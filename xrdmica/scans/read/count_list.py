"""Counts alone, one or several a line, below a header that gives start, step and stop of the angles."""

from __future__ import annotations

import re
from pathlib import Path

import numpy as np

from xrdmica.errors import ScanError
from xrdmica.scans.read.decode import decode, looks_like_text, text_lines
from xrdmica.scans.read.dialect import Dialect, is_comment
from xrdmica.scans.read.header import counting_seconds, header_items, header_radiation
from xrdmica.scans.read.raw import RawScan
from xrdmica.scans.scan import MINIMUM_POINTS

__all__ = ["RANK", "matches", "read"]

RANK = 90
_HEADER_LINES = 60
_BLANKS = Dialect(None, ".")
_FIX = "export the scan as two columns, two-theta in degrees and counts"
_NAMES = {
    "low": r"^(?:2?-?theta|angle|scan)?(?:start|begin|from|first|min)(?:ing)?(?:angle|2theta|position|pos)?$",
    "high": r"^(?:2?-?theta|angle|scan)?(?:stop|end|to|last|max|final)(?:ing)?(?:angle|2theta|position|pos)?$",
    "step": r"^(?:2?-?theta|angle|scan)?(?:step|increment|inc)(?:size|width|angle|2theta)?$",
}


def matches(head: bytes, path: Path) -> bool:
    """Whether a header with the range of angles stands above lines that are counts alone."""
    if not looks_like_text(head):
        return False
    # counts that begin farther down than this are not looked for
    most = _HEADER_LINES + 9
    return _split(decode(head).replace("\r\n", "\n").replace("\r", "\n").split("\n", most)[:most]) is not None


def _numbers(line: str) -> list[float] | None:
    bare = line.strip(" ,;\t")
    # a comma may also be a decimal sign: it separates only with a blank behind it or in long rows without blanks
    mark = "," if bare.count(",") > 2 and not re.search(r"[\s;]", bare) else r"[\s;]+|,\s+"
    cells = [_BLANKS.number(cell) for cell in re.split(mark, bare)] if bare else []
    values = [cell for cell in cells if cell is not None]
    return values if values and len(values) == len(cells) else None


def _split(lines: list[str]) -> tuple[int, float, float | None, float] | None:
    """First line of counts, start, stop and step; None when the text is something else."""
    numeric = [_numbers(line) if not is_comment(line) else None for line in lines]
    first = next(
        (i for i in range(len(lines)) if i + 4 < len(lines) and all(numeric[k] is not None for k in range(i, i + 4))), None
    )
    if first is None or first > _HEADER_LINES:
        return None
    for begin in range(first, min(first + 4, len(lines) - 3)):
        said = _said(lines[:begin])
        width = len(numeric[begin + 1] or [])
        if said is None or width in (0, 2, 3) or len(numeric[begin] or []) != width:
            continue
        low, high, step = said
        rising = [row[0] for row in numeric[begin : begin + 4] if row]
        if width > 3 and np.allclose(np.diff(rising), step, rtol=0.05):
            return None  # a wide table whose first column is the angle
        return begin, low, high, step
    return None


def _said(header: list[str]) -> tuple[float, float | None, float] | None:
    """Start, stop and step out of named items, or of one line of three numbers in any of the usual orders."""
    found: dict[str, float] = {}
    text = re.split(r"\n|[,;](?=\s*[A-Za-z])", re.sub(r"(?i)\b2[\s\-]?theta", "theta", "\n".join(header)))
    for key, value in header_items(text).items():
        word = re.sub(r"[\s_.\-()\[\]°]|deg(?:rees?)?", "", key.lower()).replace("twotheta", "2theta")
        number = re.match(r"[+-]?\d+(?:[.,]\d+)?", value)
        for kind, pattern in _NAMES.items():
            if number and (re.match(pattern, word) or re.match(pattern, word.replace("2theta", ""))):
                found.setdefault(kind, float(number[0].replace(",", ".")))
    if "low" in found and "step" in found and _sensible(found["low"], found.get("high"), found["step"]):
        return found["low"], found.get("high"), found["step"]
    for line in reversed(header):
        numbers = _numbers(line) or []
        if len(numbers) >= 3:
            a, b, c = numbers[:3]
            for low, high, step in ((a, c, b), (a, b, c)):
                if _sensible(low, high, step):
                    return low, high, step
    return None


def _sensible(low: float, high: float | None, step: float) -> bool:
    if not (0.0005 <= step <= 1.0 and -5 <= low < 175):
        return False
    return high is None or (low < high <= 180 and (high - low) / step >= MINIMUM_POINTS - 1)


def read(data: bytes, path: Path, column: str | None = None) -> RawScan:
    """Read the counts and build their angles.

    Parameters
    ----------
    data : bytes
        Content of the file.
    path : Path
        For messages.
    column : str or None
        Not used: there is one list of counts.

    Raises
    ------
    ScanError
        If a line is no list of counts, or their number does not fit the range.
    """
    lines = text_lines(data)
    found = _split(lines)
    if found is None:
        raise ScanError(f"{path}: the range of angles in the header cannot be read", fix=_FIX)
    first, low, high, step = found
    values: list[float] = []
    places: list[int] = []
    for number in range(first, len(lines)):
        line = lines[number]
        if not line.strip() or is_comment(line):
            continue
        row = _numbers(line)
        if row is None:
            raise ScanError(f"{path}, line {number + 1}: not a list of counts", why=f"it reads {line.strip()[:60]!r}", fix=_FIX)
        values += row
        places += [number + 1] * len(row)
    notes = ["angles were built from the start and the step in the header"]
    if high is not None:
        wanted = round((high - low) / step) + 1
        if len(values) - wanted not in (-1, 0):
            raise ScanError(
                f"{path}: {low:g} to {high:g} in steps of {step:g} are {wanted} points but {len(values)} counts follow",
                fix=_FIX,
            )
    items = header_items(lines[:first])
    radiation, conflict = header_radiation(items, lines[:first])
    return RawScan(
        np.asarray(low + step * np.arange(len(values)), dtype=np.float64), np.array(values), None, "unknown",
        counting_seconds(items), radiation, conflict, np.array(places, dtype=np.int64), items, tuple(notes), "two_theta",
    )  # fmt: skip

* * *

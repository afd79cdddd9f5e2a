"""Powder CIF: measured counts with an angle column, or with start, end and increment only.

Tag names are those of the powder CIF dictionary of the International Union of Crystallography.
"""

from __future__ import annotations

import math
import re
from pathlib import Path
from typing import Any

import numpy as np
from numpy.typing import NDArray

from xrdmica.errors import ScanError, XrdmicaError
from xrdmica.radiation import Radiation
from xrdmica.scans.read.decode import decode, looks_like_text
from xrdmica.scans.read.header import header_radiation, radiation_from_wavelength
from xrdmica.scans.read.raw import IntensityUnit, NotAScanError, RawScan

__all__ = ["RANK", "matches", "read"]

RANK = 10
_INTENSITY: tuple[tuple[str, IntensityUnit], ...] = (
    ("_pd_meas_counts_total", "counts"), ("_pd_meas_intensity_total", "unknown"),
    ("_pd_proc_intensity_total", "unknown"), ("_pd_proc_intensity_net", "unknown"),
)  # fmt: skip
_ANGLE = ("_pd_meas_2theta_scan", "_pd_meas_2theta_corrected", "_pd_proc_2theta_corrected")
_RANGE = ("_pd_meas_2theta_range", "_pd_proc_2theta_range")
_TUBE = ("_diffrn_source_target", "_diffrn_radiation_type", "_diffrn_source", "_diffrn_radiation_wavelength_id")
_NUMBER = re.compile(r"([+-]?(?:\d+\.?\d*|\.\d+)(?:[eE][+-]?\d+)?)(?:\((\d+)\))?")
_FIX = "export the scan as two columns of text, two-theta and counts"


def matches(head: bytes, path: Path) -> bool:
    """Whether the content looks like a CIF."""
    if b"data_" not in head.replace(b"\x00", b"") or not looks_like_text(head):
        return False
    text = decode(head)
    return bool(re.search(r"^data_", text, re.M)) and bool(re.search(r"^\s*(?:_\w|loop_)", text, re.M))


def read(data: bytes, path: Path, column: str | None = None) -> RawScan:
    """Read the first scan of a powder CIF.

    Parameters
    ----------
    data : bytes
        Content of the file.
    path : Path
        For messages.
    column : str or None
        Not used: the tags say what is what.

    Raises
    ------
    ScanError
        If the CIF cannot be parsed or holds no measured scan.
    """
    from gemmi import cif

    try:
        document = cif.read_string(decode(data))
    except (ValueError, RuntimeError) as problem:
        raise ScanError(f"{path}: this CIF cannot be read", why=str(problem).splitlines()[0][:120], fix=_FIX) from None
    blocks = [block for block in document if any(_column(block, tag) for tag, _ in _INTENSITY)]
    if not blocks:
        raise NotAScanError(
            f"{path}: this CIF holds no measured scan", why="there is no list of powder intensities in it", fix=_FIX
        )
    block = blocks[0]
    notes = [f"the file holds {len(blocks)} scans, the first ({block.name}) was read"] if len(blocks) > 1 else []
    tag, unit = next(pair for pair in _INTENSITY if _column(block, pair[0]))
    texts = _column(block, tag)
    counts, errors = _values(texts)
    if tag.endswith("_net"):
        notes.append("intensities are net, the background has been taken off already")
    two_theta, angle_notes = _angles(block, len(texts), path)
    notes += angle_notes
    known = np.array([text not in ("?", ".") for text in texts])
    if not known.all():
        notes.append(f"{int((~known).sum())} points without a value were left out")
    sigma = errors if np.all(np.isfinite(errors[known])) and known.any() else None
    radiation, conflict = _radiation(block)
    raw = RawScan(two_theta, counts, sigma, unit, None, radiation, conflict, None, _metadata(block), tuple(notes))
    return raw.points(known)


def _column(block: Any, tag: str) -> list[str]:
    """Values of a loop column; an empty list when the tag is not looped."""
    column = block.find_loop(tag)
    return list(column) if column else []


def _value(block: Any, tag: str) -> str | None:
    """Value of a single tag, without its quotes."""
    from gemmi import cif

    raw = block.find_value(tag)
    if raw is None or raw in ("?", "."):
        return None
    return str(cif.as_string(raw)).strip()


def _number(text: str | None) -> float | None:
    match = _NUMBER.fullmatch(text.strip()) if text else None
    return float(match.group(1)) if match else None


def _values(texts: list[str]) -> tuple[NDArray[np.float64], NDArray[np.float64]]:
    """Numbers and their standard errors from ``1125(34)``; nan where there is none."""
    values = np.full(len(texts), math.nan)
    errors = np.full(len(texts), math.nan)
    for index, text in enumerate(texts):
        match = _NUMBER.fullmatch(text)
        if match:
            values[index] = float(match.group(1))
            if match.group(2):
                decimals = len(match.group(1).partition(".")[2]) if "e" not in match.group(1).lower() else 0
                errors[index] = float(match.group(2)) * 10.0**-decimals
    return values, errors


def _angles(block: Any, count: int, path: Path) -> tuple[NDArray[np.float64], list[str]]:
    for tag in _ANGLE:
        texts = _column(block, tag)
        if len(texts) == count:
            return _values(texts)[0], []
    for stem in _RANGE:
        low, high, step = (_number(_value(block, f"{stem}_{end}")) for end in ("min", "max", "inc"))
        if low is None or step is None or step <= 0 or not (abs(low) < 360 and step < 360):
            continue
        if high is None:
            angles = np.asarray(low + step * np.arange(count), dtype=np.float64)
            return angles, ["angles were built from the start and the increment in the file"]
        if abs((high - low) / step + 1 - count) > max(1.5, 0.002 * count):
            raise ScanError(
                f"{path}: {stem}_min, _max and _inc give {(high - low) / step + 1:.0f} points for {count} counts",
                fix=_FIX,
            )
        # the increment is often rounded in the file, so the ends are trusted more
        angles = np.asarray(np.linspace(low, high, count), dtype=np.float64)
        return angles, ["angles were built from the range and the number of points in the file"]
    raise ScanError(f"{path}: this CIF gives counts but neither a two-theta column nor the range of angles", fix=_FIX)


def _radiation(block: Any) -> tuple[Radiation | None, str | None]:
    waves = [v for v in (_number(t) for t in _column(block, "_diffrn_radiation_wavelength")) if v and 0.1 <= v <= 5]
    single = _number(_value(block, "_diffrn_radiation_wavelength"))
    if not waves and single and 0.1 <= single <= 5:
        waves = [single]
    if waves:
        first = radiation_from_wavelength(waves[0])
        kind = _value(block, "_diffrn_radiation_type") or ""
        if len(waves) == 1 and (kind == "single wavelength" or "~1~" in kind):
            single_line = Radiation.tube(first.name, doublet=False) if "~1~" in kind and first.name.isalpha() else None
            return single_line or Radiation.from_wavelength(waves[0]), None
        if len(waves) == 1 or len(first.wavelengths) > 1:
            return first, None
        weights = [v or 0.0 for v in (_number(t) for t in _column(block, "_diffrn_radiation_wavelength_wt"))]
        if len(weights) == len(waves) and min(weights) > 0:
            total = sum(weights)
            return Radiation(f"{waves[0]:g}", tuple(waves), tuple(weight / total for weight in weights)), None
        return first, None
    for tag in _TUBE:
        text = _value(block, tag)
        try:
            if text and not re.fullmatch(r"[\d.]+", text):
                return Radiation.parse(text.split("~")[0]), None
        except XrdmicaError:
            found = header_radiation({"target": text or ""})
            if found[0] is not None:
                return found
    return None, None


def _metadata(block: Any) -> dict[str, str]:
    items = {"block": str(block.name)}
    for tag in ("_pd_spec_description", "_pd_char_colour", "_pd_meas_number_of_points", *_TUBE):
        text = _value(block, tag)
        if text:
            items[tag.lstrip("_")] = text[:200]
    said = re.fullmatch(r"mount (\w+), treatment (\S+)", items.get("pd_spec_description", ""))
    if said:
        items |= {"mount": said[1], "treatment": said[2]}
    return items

* * *

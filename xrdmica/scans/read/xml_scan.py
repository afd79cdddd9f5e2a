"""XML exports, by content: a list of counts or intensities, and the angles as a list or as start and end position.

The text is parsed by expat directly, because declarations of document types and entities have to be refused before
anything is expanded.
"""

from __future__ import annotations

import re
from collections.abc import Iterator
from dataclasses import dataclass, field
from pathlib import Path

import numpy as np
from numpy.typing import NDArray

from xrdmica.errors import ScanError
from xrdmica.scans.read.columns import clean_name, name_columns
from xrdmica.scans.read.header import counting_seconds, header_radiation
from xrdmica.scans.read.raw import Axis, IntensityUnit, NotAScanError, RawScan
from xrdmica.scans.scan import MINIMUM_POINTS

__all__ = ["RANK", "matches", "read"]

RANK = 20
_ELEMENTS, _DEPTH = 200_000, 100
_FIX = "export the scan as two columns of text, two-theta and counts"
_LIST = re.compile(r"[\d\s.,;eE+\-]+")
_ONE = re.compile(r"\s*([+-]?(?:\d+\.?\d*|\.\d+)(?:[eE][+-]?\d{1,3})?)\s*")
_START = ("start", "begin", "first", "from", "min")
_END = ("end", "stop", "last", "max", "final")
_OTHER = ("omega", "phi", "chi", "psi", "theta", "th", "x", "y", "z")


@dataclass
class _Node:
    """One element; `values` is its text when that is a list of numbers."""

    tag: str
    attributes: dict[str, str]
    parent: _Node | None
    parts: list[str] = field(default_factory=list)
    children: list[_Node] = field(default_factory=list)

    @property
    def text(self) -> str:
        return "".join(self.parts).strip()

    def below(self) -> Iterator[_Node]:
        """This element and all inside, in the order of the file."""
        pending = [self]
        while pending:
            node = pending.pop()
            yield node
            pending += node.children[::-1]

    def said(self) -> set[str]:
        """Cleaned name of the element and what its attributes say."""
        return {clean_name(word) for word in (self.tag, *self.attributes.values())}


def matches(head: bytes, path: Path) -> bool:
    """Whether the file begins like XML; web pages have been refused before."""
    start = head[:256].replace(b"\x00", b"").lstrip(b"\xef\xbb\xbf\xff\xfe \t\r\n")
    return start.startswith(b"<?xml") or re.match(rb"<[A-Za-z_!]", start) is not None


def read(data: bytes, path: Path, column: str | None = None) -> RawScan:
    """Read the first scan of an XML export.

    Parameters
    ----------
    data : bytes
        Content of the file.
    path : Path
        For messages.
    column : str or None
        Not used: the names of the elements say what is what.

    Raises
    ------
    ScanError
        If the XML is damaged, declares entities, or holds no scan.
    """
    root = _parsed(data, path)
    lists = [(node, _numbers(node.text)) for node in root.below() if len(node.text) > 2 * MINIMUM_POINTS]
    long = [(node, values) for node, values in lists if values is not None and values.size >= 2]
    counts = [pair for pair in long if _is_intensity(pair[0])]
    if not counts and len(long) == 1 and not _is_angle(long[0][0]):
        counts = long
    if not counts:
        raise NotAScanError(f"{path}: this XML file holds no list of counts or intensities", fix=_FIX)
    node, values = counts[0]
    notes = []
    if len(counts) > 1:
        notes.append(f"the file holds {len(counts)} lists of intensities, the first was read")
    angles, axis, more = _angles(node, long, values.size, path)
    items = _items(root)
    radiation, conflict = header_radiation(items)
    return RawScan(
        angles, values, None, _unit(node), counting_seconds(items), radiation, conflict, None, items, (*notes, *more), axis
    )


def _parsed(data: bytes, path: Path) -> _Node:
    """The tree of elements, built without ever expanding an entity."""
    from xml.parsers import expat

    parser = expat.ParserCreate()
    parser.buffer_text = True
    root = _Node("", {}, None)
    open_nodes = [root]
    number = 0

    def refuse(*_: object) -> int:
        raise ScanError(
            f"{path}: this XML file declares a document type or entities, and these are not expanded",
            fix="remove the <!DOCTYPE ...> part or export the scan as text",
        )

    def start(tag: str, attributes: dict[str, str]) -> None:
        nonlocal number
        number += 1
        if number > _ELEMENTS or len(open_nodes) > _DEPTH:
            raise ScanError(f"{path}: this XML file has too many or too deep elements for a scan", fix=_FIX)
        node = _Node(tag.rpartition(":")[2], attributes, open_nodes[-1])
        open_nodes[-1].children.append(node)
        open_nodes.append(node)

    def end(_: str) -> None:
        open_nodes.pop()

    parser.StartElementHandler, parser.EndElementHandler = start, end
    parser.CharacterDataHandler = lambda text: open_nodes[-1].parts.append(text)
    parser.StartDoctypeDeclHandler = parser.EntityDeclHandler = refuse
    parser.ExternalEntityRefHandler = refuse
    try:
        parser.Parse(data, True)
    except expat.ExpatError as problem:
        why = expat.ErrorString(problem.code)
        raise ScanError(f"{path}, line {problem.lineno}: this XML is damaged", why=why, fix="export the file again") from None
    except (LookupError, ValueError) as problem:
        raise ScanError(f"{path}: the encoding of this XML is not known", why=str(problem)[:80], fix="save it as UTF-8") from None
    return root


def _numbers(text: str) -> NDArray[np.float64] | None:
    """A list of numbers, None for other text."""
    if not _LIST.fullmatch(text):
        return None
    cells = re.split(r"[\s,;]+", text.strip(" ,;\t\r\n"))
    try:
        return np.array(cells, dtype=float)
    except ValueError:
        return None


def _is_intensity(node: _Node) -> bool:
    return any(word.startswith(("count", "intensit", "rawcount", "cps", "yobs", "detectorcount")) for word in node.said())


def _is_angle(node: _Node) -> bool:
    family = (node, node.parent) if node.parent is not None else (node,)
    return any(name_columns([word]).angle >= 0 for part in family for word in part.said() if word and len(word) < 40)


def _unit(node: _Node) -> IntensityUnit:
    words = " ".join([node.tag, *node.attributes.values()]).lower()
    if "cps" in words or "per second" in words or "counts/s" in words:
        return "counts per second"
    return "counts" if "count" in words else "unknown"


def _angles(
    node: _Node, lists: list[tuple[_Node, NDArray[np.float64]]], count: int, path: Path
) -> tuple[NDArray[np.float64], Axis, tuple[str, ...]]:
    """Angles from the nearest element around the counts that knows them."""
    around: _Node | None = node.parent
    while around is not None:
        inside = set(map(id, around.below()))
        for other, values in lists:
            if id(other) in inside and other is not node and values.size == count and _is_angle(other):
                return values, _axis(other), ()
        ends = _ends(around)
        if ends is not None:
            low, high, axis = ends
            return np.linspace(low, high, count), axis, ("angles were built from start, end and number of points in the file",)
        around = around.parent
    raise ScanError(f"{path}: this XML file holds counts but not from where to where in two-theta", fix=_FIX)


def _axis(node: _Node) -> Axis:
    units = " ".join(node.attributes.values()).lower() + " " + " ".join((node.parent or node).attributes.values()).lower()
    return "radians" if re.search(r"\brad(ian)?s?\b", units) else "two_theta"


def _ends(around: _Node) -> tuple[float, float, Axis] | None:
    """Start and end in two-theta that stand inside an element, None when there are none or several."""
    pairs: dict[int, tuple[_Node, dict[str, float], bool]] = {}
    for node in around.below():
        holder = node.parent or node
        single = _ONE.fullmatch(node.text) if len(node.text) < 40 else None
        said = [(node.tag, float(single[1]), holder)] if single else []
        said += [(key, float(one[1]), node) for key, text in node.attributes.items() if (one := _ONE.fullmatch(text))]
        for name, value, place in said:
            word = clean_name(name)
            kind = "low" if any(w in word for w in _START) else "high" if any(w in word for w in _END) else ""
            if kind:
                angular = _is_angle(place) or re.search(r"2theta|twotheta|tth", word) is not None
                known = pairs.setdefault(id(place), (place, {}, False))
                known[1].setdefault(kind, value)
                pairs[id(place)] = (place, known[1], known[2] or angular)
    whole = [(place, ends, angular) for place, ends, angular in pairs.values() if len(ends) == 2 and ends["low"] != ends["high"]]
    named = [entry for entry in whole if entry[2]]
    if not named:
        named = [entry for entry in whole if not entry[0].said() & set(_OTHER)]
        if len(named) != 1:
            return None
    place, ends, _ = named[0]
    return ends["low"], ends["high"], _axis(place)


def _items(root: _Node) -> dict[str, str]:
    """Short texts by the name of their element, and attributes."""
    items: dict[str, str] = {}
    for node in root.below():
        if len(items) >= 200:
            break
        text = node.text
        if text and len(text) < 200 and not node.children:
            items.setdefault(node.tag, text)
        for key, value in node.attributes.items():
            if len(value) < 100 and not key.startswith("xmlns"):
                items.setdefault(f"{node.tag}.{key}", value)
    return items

## ACTIVITY
In the records above, find each line with the word "been" and copy it.

## RESPONSE TO THIS TASK
        notes.append("intensities are net, the background has been taken off already")
    """Whether the file begins like XML; web pages have been refused before."""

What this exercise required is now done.